Quantas vezes a vida nos coloca em situações diante das quais não nos achamos preparados? Daí ficamos paralisados, amedrontados, esperando o "manual", a "aula", a "lição". Só que ela nem sempre vem- a vida não possui roteiros. Então ou somos atropelados pela vida, ou a enfrentamos, como o comandante do filme, independentemente de "curso de formação". Talvez você não se dê conta, mas está preparado. Rasgue os manuais. Não precisa deles.

Parece autoajuda? Que seja. Mas me digam se estou errado.
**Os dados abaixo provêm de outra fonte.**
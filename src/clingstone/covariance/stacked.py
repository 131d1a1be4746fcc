"""Rows under an AR(1) process at few link lengths: R⁻¹ as a weighted sum of fixed forms.

What each form amounts to (its Gram, and its loads on the cells above the rows) is worked out once; at
any ρ all that is left is to weigh the forms. Independent rows are the identity alone.
"""

from __future__ import annotations

from dataclasses import dataclass

import numpy as np

from clingstone.design.response import Response
from clingstone.maths.basis import Gram
from clingstone.maths.groups import Classes, Load
from clingstone.maths.markov import Links
from clingstone.maths.once import Array
from clingstone.maths.partition import Partition


@dataclass(frozen=True, eq=False)
class Forms:
    """F forms, the identity first: Grams QQ (F, pp), QE (B, F, p), EE (B, F), one column lying together.

    c (F, G), TQ (F, Gp), TE (B, F, G) : z'Sz, z'SQ and z'SE cell by cell; None without cells above.
    """

    QQ: Array
    QE: Array
    EE: Array
    c: Array | None = None
    TQ: Array | None = None
    TE: Array | None = None

    @classmethod
    def of(cls, response: Response, links: Links | None, cells: Partition | None) -> Forms:
        design = response.design
        p, B = design.p, response.B
        QQ, QE, EE = [np.eye(p).ravel()], [np.zeros((p, B))], [response.ss]
        loads = []
        if cells is not None:
            loads.append((design.sizes(cells), design.sums(cells), response.sums(cells)))
        z = np.ones(design.n) if design.root is None else design.root
        for form in (form for pair in (links.forms if links is not None else ()) for form in pair):
            qe, ee = response.gram(form)
            QQ.append(design.gram(form).ravel())
            QE.append(qe)
            EE.append(ee)
            if cells is not None:
                Sz = form.apply(z)
                loads.append(
                    (
                        cells.sums(z * Sz),
                        cells.products(Sz, design.Q),
                        cells.products(Sz, response.residual),
                    )
                )
        grams = np.stack(QQ), _by_column(QE), np.ascontiguousarray(np.stack(EE).T)
        if not loads:
            return cls(*grams)
        c, TQ, TE_all = zip(*loads, strict=True)
        return cls(*grams, np.stack(c), np.stack([one.ravel() for one in TQ]), _by_column(TE_all))

    def gram(self, w: Array, logdet: float) -> Gram:
        """[Q, e]'R⁻¹[Q, e] at weights (F,), all columns of y at one ρ."""
        p = self.QE.shape[2]
        return Gram((w @ self.QQ).reshape(p, p), np.matmul(w, self.QE).T, self.EE @ w, logdet)

    def load(self, w: Array) -> Load | None:
        """What the cells amount to under R⁻¹ at weights (F,)."""
        if self.c is None or self.TQ is None or self.TE is None:
            return None
        return Load(w @ self.c, (w @ self.TQ).reshape(self.c.shape[1], -1), np.matmul(w, self.TE).T)

    def classes(self) -> Classes | None:
        """Cells of equal loads together; None where that saves nothing."""
        if self.c is None:
            return None
        F, G = self.c.shape
        loads = [load for w in np.eye(F) if (load := self.load(w)) is not None]
        return Classes.of(loads, most=np.inf if F == 1 else G)


def _by_column(blocks: tuple[Array, ...] | list[Array]) -> Array:
    """(k, B) blocks as (B, F, k), the values of one column of y lying together."""
    return np.ascontiguousarray(np.stack(blocks).transpose(2, 0, 1))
A segunda cena é a luta final entre Neo e Smith. O heroi é surrado impiedosamente, mas sempre se erguia, cambaleante, e disposto a prosseguir o combate. Smith, espantado (e provavelmente cansado de bater, se é que uma máquina se cansa) pergunta em altos brados, "-por que você continua se levantando? por que você ainda insiste?". A resposta de Neo é sublime. Dá de ombros, como se estivesse falando a coisa mais elementar e óbvia do mundo: "-é a minha escolha". Escolher se manter de pé! Isso faz toda a diferença.

Falei em Kant, acima, e me lembro de uma frase sua, reproduzo-a de memória: aquele que se arrasta pelo chão não pode se queixar de ser pisado. A lição de Neo é justamente um chamado para que nos levantemos, apesar de toda porrada que recebemos do nosso Smith cotidiano. Não se trata de voluntarismo, de dar murro em ponta de faca; e sim de saber o que se quer, e lutar por isso. Então me lembro de James Cannon, dizendo que quando se tem um programa, quando se sabe o que se busca, não se titubeia. Opta-se por ficar de pé.

Taí, lições de vida tiradas do cinema. E sem os discursos pré-batalha ufanistas e piegas, que acabam sendo engraçados sem querer.

Aliás, uma coisa que nunca entendi. Como os soldados da última fileira, bem lá atrás, conseguiam ouvir o discurso do general? Apesar disso, também soltavam seus "uhu!" empolgados.

2 comentários:

Emanuella disse...

Decidi te ler no dia certo. Belo texto. Verdade pura e simples.

solfirmino disse...

SIm! "A lição de Neo é justamente um chamado para que nos levantemos, apesar de toda porrada que recebemos do nosso Smith cotidiano."